(Stored data entries)
-- Opening Marker --

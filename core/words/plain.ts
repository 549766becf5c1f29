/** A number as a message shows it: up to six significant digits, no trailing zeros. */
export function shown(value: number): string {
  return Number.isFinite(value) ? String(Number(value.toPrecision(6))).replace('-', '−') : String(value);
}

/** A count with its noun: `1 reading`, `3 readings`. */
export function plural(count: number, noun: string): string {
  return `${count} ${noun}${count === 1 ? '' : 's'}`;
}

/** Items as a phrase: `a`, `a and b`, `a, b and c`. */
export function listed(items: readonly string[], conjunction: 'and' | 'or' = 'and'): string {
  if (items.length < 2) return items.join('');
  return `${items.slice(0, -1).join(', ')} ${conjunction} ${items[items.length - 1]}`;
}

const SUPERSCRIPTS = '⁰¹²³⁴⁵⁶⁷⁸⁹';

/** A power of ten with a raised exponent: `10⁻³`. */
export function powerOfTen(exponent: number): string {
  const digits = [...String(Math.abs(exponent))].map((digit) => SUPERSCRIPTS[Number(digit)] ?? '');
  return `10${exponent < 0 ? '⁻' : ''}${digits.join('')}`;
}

-- Closing Marker --

WHAT IS REQUIRED -> Return every record above exactly as written.

ANSWER ->
filename core/words/plain.ts
repository 549766becf5c1f29
/** A number as a message shows it: up to six significant digits, no trailing zeros. */
export function shown(value: number): string {
  return Number.isFinite(value) ? String(Number(value.toPrecision(6))).replace('-', '−') : String(value);
}

/** A count with its noun: `1 reading`, `3 readings`. */
export function plural(count: number, noun: string): string {
  return `${count} ${noun}${count === 1 ? '' : 's'}`;
}

/** Items as a phrase: `a`, `a and b`, `a, b and c`. */
export function listed(items: readonly string[], conjunction: 'and' | 'or' = 'and'): string {
  if (items.length < 2) return items.join('');
  return `${items.slice(0, -1).join(', ')} ${conjunction} ${items[items.length - 1]}`;
}

const SUPERSCRIPTS = '⁰¹²³⁴⁵⁶⁷⁸⁹';

/** A power of ten with a raised exponent: `10⁻³`. */
export function powerOfTen(exponent: number): string {
  const digits = [...String(Math.abs(exponent))].map((digit) => SUPERSCRIPTS[Number(digit)] ?? '');
  return `10${exponent < 0 ? '⁻' : ''}${digits.join('')}`;
}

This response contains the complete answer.